Set down only what runs from the line containing "spans = [[h.started" through the last line of the data, exactly as it reads.

Top of Input

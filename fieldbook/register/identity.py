"""Which mark is which: pairs of marks that a person should look at, with everything that speaks for and against.

A pair is looked at when the two bear one name within a kilometre, when one lies where the other does, or when they bear the
same id, or one inscription within a kilometre. Nothing here decides: `decisions` writes what the operator says. Farther apart
than a kilometre an equal name is no evidence: every second job has a BM1.

    same name, near       distance within what both positions can be wrong by            same?
    same name, apart      beyond that: re-set, another mark of that name, or a mistake   reset? different?
    other name, near      one mark with two names, or a mark and its eccentric point
    same id, same inscription    whatever names and places say
    one mark, two places  occupations of ONE mark that fall apart in time                reset?

Positions in different frames or epochs are not compared: their distance is told as not comparable.
"""

from __future__ import annotations

import math
import re
import unicodedata
from collections import defaultdict
from collections.abc import Iterable, Iterator
from dataclasses import dataclass
from itertools import combinations

from fieldbook.reduce.geodesy import enu_difference, geocentric

from .fold import Held, Mark, RegisterState

SAME_NAME_WITHIN_M = 1000.0
NEAR_M = 0.5  # marks nearer than this are looked at whatever their names
FARTHEST_NEAR_M = 10.0  # of positions that are themselves known to metres
LEAST_TOGETHER_M = 0.05  # figures of long sessions are narrow; a mark is not re-set by two centimetres
CELL_M = 20.0
_WORD = re.compile(r"[^\W_]+")

SAME_NEAR = "same name, near"
SAME_APART = "same name, apart"
OTHER_NEAR = "other name, near"
SAME_ID = "same id"
SAME_INSCRIPTION = "same inscription"
TWO_PLACES = "one mark, two places"


@dataclass(frozen=True)
class Seen:
    """What a pair looks like. Metres; None where it cannot be said. second minus first for the height.

    together: the distance lies within what the positions can be wrong by (95 %, both), at least 5 cm.
    """

    distance_m: float | None
    height_difference_m: float | None
    joint_u95_m: float | None
    comparable: bool
    together: bool
    supports: tuple[str, ...]
    against: tuple[str, ...]


@dataclass(frozen=True)
class Proposal:
    """A question to the operator. marks: one number or two. from_utc: of a suggested reset."""

    case: str
    marks: tuple[int, ...]
    names: tuple[str, ...]
    suggested: tuple[str, ...]
    seen: Seen
    from_utc: str | None = None

    @property
    def text(self) -> str:
        """One sentence."""
        who = " and ".join(f"{name} (mark {n})" for name, n in zip(self.names, self.marks, strict=True))
        far = "at an unknown distance" if self.seen.distance_m is None else metres(self.seen.distance_m)
        if self.case == TWO_PLACES:
            return f"{who}: occupations before and from {self.from_utc} lie {far} apart"
        far += "" if self.seen.comparable else ", not comparable: other frames or epochs"
        return f"{who}: {self.case}, {far}"


def metres(value_m: float) -> str:
    """A distance for people: millimetres below ten metres."""
    return f"{value_m:.3f} m" if value_m < 10 else f"{value_m:.1f} m"


def key_of(text: str | None) -> str:
    """Names, ids and inscriptions as they are compared: case, spaces, hyphens and dots do not count."""
    if not text:
        return ""
    folded = unicodedata.normalize("NFKC", text).casefold()
    return "".join(_WORD.findall(folded))


def proposals(state: RegisterState, only: Iterable[int] | None = None) -> list[Proposal]:
    """All open questions, in order of the marks' numbers.

    Args:
        only: marks (numbers) of which at least one must take part.
    """
    marks = state.marks()
    wanted = None if only is None else set(only)
    settled = state.different()
    best = {number: _best(mark, state) for number, mark in marks.items()}
    found = []
    for first, second in sorted(_candidates(marks, best)):
        if wanted is not None and not wanted & {first, second}:
            continue
        if frozenset((first, second)) not in settled:
            one = _of_pair(marks[first], marks[second], state)
            if one is not None:
                found.append(one)
    for number, mark in marks.items():
        if wanted is None or number in wanted:
            split = _two_places(mark, state)
            if split is not None:
                found.append(split)
    return sorted(found, key=lambda item: item.marks)


def seen_of(one: Mark, two: Mark, state: RegisterState) -> Seen:
    """Distance and evidence of any two marks."""
    pair = _nearest_comparable(one, two, state)
    supports, against = _words(one, two)
    if pair is None:
        return Seen(None, None, None, False, False, supports, against)
    first, second, comparable = pair
    distance, up = _apart(first, second)
    joint, joint_up = _joint_m(first, second)
    together = comparable and distance <= _together_m(joint)
    if up is not None and comparable:
        limit = 0.10 + joint_up
        if abs(up) > limit:
            against = (*against, f"heights differ by {abs(up):.3f} m")
    return Seen(distance, up, joint, comparable, together, supports, against)


def _candidates(marks: dict[int, Mark], best: dict[int, Held | None]) -> set[tuple[int, int]]:
    groups: dict[tuple[str, str], list[int]] = defaultdict(list)
    for number, mark in marks.items():
        for name in {key_of(name) for name in (*mark.names, mark.name)}:
            groups["name", name].append(number)
        for what in ("id", "inscription"):
            for text in {key_of(tree.get(what)) for _, _, tree in mark.described} - {""}:
                groups[what, text].append(number)
    pairs: set[tuple[int, int]] = set()
    for (what, text), numbers in groups.items():
        if text:
            pairs |= {pair for pair in combinations(sorted(numbers), 2) if what == "id" or _within(best, *pair)}
    return pairs | set(_near(best))


def _within(best: dict[int, Held | None], first: int, second: int) -> bool:
    """Within a kilometre, or one of them has no place yet."""
    one, two = best[first], best[second]
    if one is None or two is None:
        return True
    return _apart(one, two)[0] <= SAME_NAME_WITHIN_M


def _near(best: dict[int, Held | None]) -> Iterator[tuple[int, int]]:
    cells: dict[tuple[int, int, int], list[int]] = defaultdict(list)
    for number, held in best.items():
        if held is not None and held.place is not None:
            cells[_cell(held)].append(number)
    for (x, y, z), numbers in cells.items():
        around = [
            other
            for dx in (-1, 0, 1)
            for dy in (-1, 0, 1)
            for dz in (-1, 0, 1)
            for other in cells.get((x + dx, y + dy, z + dz), ())
        ]
        for number in numbers:
            for other in around:
                one, two = best[number], best[other]
                if number < other and one is not None and two is not None:
                    limit = min(max(NEAR_M, _joint_m(one, two)[0]), FARTHEST_NEAR_M)
                    if _apart(one, two)[0] <= limit or (_frame(one) != _frame(two) and _apart(one, two)[0] <= 5.0):
                        yield number, other


def _cell(held: Held) -> tuple[int, int, int]:
    assert held.place is not None  # noqa: S101 - the caller has looked
    x, y, z = (math.floor(value / CELL_M) for value in geocentric(held.place[0], held.place[1], 0.0))
    return x, y, z


def _frame(held: Held) -> tuple[str | None, str | None]:
    return held.frame, held.epoch


def _members(mark: Mark, state: RegisterState) -> list[Held]:
    excluded = state.excluded()
    return [held for held in mark.occupations if held.place is not None and held.key not in excluded]


def _best(mark: Mark, state: RegisterState) -> Held | None:
    """The occupation whose place is known best."""
    return min(_members(mark, state), key=lambda held: held.plan_u95_m, default=None)


def _nearest_comparable(one: Mark, two: Mark, state: RegisterState) -> tuple[Held, Held, bool] | None:
    """The best known places of both in one frame and epoch; else the best known of each, not comparable."""
    firsts, seconds = _members(one, state), _members(two, state)
    if not firsts or not seconds:
        return None
    pairs = [(a, b) for a in firsts for b in seconds if _frame(a) == _frame(b)]
    comparable = bool(pairs)
    pairs = pairs or [(a, b) for a in firsts for b in seconds]
    best = min(pairs, key=lambda pair: pair[0].plan_u95_m ** 2 + pair[1].plan_u95_m ** 2)
    return best[0], best[1], comparable


def _apart(one: Held, two: Held) -> tuple[float, float | None]:
    """(horizontal distance, height of the second above the first), metres."""
    assert one.place is not None  # noqa: S101 - only those with a place are compared
    assert two.place is not None  # noqa: S101
    level = one.place[2] if one.place[2] is not None else (two.place[2] or 0.0)
    start = (one.place[0], one.place[1], level)
    end = (two.place[0], two.place[1], level if two.place[2] is None else two.place[2])
    east, north, up = (float(value) for value in enu_difference(start, end))
    both = one.place[2] is not None and two.place[2] is not None
    return math.hypot(east, north), up if both else None


def _joint_m(one: Held, two: Held) -> tuple[float, float]:
    """95 % of the difference of two places, plan and height: the frame operation drops out where it is the same."""
    if one.operation == two.operation and _frame(one) == _frame(two):
        (plan_1, up_1), (plan_2, up_2) = one.measured_u95_m, two.measured_u95_m
    else:
        (plan_1, up_1), (plan_2, up_2) = (one.plan_u95_m, one.height_u95_m), (two.plan_u95_m, two.height_u95_m)
    return math.hypot(plan_1, plan_2), math.hypot(up_1 or 0.0, up_2 or 0.0)


def _together_m(joint_u95_m: float) -> float:
    return min(max(LEAST_TOGETHER_M, joint_u95_m), FARTHEST_NEAR_M)


def _words(one: Mark, two: Mark) -> tuple[tuple[str, ...], tuple[str, ...]]:
    """What names, ids, inscriptions, descriptions and dates say for and against one mark."""
    supports: list[str] = []
    against: list[str] = []
    both = {key_of(name) for name in one.names} & {key_of(name) for name in two.names}
    (supports if both else against).append(f"names {' / '.join(one.names)} and {' / '.join(two.names)}")
    for what in ("id", "inscription"):
        first, second = _texts(one, what), _texts(two, what)
        if first and second:
            same = {key_of(text) for text in first} & {key_of(text) for text in second}
            (supports if same else against).append(f"{what} '{first[0]}' and '{second[0]}'")
    first, second = _texts(one, "description"), _texts(two, "description")
    if first and second:
        shared = _content_words(first) & _content_words(second)
        (supports if shared else against).append(f"described '{first[0]}' and '{second[0]}'")
    if _at_once(one, two):
        against.append("both were occupied at the same time")
    for mark, other in ((one, two), (two, one)):
        if mark.until_utc is not None and any((held.started or "") >= mark.until_utc for held in other.occupations):
            against.append(f"mark {mark.number} was reset on {mark.until_utc[:10]}, mark {other.number} occupied after")
    return tuple(supports), tuple(against)


def _texts(mark: Mark, what: str) -> list[str]:
    return list(dict.fromkeys(str(tree[what]) for _, _, tree in mark.described if tree.get(what)))


def _content_words(texts: list[str]) -> set[str]:
    return {word for text in texts for word in _WORD.findall(text.casefold()) if len(word) > 2}


def _at_once(one: Mark, two: Mark) -> bool:
    spans = [[(h.started, h.ended) for h in mark.occupations if h.started and h.ended] for mark in (one, two)]
    return any(a[0] < b[1] and b[0] < a[1] for a in spans[0] for b in spans[1])


def _of_pair(one: Mark, two: Mark, state: RegisterState) -> Proposal | None:
    seen = seen_of(one, two, state)
    numbers, names = (one.number, two.number), (one.name, two.name)
    same_name = bool({key_of(name) for name in one.names} & {key_of(name) for name in two.names})
    if same_name:
        if seen.together or seen.distance_m is None:
            return Proposal(SAME_NEAR if seen.together else SAME_APART, numbers, names, ("same", "different"), seen)
        earlier_first, since = _later_one(one, two)
        suggested = ("reset", "different") if since else ("different", "exclude")
        if since and not earlier_first:
            numbers, names = (two.number, one.number), (two.name, one.name)
        return Proposal(SAME_APART, numbers, names, suggested if seen.comparable else ("frame",), seen, since)
    shares = {what for what in ("id", "inscription") if any(text.startswith(f"{what} '") for text in seen.supports)}
    if "id" in shares:
        return Proposal(SAME_ID, numbers, names, ("same", "different"), seen)
    if seen.distance_m is not None and seen.distance_m <= FARTHEST_NEAR_M and not shares:
        suggested = ("same", "different") if seen.together else ("different", "same")
        return Proposal(OTHER_NEAR, numbers, names, suggested if seen.comparable else ("frame",), seen)
    if "inscription" in shares:
        return Proposal(SAME_INSCRIPTION, numbers, names, ("same", "different"), seen)
    return None


def _later_one(one: Mark, two: Mark) -> tuple[bool, str | None]:
    """(the first is the earlier, from when), if all occupations of one mark come before all of the other."""
    spans = [[h.started for h in mark.occupations if h.started] for mark in (one, two)]
    if not all(spans):
        return True, None
    for before, after in (spans, spans[::-1]):
        if max(before) < min(after):
            return before is spans[0], min(after)
    return True, None


def _two_places(mark: Mark, state: RegisterState) -> Proposal | None:
    """Occupations of one mark before and from a date at two places, each side agreeing in itself."""
    members = [held for held in _members(mark, state) if held.started is not None]
    if len(members) < 2 or len({_frame(held) for held in members}) > 1:
        return None
    far = {
        (i, j): _apart(members[i], members[j])[0] > _together_m(_joint_m(members[i], members[j])[0])
        for i, j in combinations(range(len(members)), 2)
    }
    for cut in range(1, len(members)):
        if all(apart == (i < cut <= j) for (i, j), apart in far.items()):
            sides = members[:cut], members[cut:]
            one, two = (min(side, key=lambda held: held.plan_u95_m) for side in sides)
            distance, up = _apart(one, two)
            joint = _joint_m(one, two)[0]
            what = f"{', '.join(h.label for h in sides[0])} against {', '.join(h.label for h in sides[1])}"
            seen = Seen(distance, up, joint, True, False, (), (what,))
            return Proposal(
                TWO_PLACES, (mark.number,), (mark.name,), ("reset", "separate", "exclude"), seen, sides[1][0].started
            )
    return None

Bottom of Input

**Result for this task:**
    spans = [[h.started for h in mark.occupations if h.started] for mark in (one, two)]
    if not all(spans):
        return True, None
    for before, after in (spans, spans[::-1]):
        if max(before) < min(after):
            return before is spans[0], min(after)
    return True, None


def _two_places(mark: Mark, state: RegisterState) -> Proposal | None:
    """Occupations of one mark before and from a date at two places, each side agreeing in itself."""
    members = [held for held in _members(mark, state) if held.started is not None]
    if len(members) < 2 or len({_frame(held) for held in members}) > 1:
        return None
    far = {
        (i, j): _apart(members[i], members[j])[0] > _together_m(_joint_m(members[i], members[j])[0])
        for i, j in combinations(range(len(members)), 2)
    }
    for cut in range(1, len(members)):
        if all(apart == (i < cut <= j) for (i, j), apart in far.items()):
            sides = members[:cut], members[cut:]
            one, two = (min(side, key=lambda held: held.plan_u95_m) for side in sides)
            distance, up = _apart(one, two)
            joint = _joint_m(one, two)[0]
            what = f"{', '.join(h.label for h in sides[0])} against {', '.join(h.label for h in sides[1])}"
            seen = Seen(distance, up, joint, True, False, (), (what,))
            return Proposal(
                TWO_PLACES, (mark.number,), (mark.name,), ("reset", "separate", "exclude"), seen, sides[1][0].started
            )
    return None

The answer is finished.